Mai is a 2013 Indian Hindi-language film which marks the debut of veteran singer Asha Bhosle as a lead actress. The film is a family drama of how children abandon their ailing old parents. The film is also the debut directorial venture of Mahesh Kodiyal.

==Plot==
Mai, a widowed mother of four, is a 65-year-old woman with Alzheimer's disease who lives with her only son, Munna. When Munna gets an opportunity to move to USA for his job, he decides to admit Mai in an old age home. But Mai's eldest daughter Madhu objects to this. After the other two daughters also abandon Mai for various reasons, Madhu decides to bring Mai to her own home. Madhu's husband Subhash and teenage daughter Charu dislike this. After a series of events Madhu's family accepts Mai lovingly in their family but she dies.

==Cast==
- Asha Bhosle as Mai
- Padmini Kolhapure as Madhu, Mai's eldest daughter
- Ram Kapoor as Subhash Joshi, Mai's son-in-law, Madhu's husband, Charu's father
- Shivani Joshi as Charu, Madhu's daughter
- Kshitee Jog as Mai's second daughter
- Anupam Kher as the Doctor (Cameo role)

The film features veteran playback singer of India, Asha Bhosle, in the title role. Bhosle debuted through this film as an actress at the age of 79. Padmini Kolhapure, who is the real-life niece of Bhosle, played the role of her eldest daughter. Kolhapure, known for her roles in the films Insaaf Ka Tarazu (1980) and Prem Rog (1982), returned to films after a hiatus.

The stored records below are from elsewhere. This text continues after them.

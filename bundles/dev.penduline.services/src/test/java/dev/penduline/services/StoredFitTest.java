package dev.penduline.services;

import static org.junit.jupiter.api.Assertions.assertEquals;
import static org.junit.jupiter.api.Assertions.assertThrows;
import static org.junit.jupiter.api.Assertions.assertTrue;

import java.util.List;

import org.junit.jupiter.api.Test;

import dev.penduline.model.Estimate;
import dev.penduline.model.FitResult;
import dev.penduline.model.Mechanism;
import dev.penduline.model.PendulineFactory;
import dev.penduline.model.Setting;

class StoredFitTest {

    private static final PendulineFactory F = PendulineFactory.eINSTANCE;

    private static void estimate(FitResult r, String name, double value, double jacobian, double resampling) {
        Estimate e = F.createEstimate();
        e.setParameter(name);
        e.setValue(value);
        e.setStandardError(jacobian);
        if (resampling > 0) {
            e.setResamplingError(resampling);
        }
        r.getEstimates().add(e);
    }

    private static void setting(FitResult r, String key, String value) {
        Setting s = F.createSetting();
        s.setKey(key);
        s.setValue(value);
        r.getSettings().add(s);
    }

    static FitResult fit(String id) {
        FitResult r = F.createFitResult();
        r.setId(id);
        r.setName("Fit " + id);
        estimate(r, "b", 0.02, 0.001, 0.003);
        estimate(r, "Tc", 0.05, 0.004, 0);
        estimate(r, "J0", 0.61, 0.01, 0);
        // the stored table covers nuisance parameters too, in another order
        r.getCorrelationParameters().addAll(List.of("Tc", "theta0[s]", "b", "J0"));
        double[][] table = {{1, 0.1, -0.6, 0.2}, {0.1, 1, 0.05, 0}, {-0.6, 0.05, 1, 0.3}, {0.2, 0, 0.3, 1}};
        for (double[] row : table) {
            for (double v : row) {
                r.getCorrelations().add(v);
            }
        }
        setting(r, "inertia", "free");
        setting(r, "stop-band", "0.06..0.09");
        return r;
    }

    @Test
    void readsTheTorquesUncertaintiesAndTheCorrelationsOfThePhysicalEstimates() throws Exception {
        StoredFit s = StoredFit.of(fit("a"));
        assertEquals(List.of("b", "Tc", "J0"), s.parameters());
        assertEquals(0.02, s.friction().viscous(), 0);
        assertEquals(0.05, s.friction().coulomb(), 0);
        assertEquals(0.075, s.friction().staticTorque(), 1e-15, "the middle of the stops' band");
        assertEquals(0.61, s.fittedInertia(), 0);
        assertEquals(0.003, s.sigmas()[0], 0, "the larger of the two uncertainties");
        assertEquals(0.004, s.sigmas()[1], 0);
        assertEquals(-0.6, s.correlation()[0][1], 0);
        assertEquals(-0.6, s.correlation()[1][0], 0);
        assertEquals(0.3, s.correlation()[0][2], 0);
        assertEquals(0.2, s.correlation()[1][2], 0);
        assertEquals(1, s.correlation()[2][2], 0);
        assertEquals(0.06, s.stictionLower(), 0);
        assertEquals(0.09, s.stictionUpper(), 0);
    }

    @Test
    void aFitWithFixedInertiaHasNoFittedInertiaAndTheLatestIsTheLast() throws Exception {
        Mechanism m = F.createMechanism();
        FitResult first = fit("first");
        FitResult last = fit("last");
        last.getSettings().get(0).setValue("fixed");
        m.getFitResults().add(first);
        m.getFitResults().add(last);
        StoredFit latest = StoredFit.latest(m).orElseThrow();
        assertEquals("last", latest.id());
        assertTrue(Double.isNaN(latest.fittedInertia()));
        assertEquals("first", StoredFit.byId(m, "first").id());
        InputException e = assertThrows(InputException.class, () -> StoredFit.byId(m, "none"));
        assertTrue(e.getMessage().contains("first, last"), e.getMessage());
        assertTrue(StoredFit.latest(F.createMechanism()).isEmpty());
    }

    @Test
    void aDrawnSetBecomesTorquesWithNegativeTermsCutAndJ0OnlyWhenFitted() throws Exception {
        StoredFit s = StoredFit.of(fit("a"));
        double[] set = {-0.001, 0.04, 0.63};
        assertTrue(s.cutsFriction(set));
        assertEquals(0, s.frictionOf(set, 0).viscous(), 0);
        assertEquals(0.04, s.frictionOf(set, 0).coulomb(), 0);
        assertEquals(0.04, s.frictionOf(set, 0).staticTorque(), 0, "the static torque is at least the Coulomb torque");
        assertEquals(0.07, s.frictionOf(set, 0.07).staticTorque(), 0);
        assertEquals(0.63, s.inertiaOf(set, 0.5), 0);
        FitResult fixed = fit("b");
        fixed.getSettings().get(0).setValue("fixed");
        assertEquals(0.5, StoredFit.of(fixed).inertiaOf(set, 0.5), 0, "a fixed-inertia fit keeps the calculated J0");
        assertTrue(s.hasUncertainty());
    }
}
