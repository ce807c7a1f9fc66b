import { rotateKey } from "@/api-core/access/mutations";
import { readJson } from "@/api-core/http/admin-input";
import { withSession } from "@/api-core/http/session-guard";
import { KeyIdParams, RotateKeyBody } from "@/openapi/admin";

export const dynamic = "force-dynamic";

export const POST = withSession<{ id: string }>(
  async ({ request, params, visibility, user }) => {
    const { overlapSeconds } = await readJson(request, RotateKeyBody);
    const rotated = await rotateKey(KeyIdParams.parse(params).id, overlapSeconds, visibility, user);
    return Response.json(rotated, { status: 201, headers: { "cache-control": "no-store" } });
  },
  { permission: "keys:manage" },
);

Bhosle dedicated the film to her mother, who was also lovingly called "Mai". About her acting experience she says that she did not find acting difficult but also states that this will be her "only experiment with acting".

==Music==
The songs of the film are penned by Manoj Tapadia and Sahil Sultanpuri. The score is composed by music director Nithin R Shankar, who has previously composed music for the 2007 film Bombay to Goa. Sahil Sultanpuri brings his first song "Dhakku Makum", Tapadia has previously written songs of the films Manorama Six Feet Under and Cheeni Kum, both of 2007. The song "Dhakku Makum" features the popular Marathi traditional song "Yere Yere Pausa" which is sung by Zanai Bhosle, Asha Bhosle's granddaughter. The song is a rain dance sequence choreographed by Lollypop, known for the choreography of "Aati Kya Khandala" and was released at Lalbaugcha Ganpati on 19 September 2012 on the occasion of Ganesh Chaturthi. The complete music album was released on 22 January 2013 by Sachin Tendulkar.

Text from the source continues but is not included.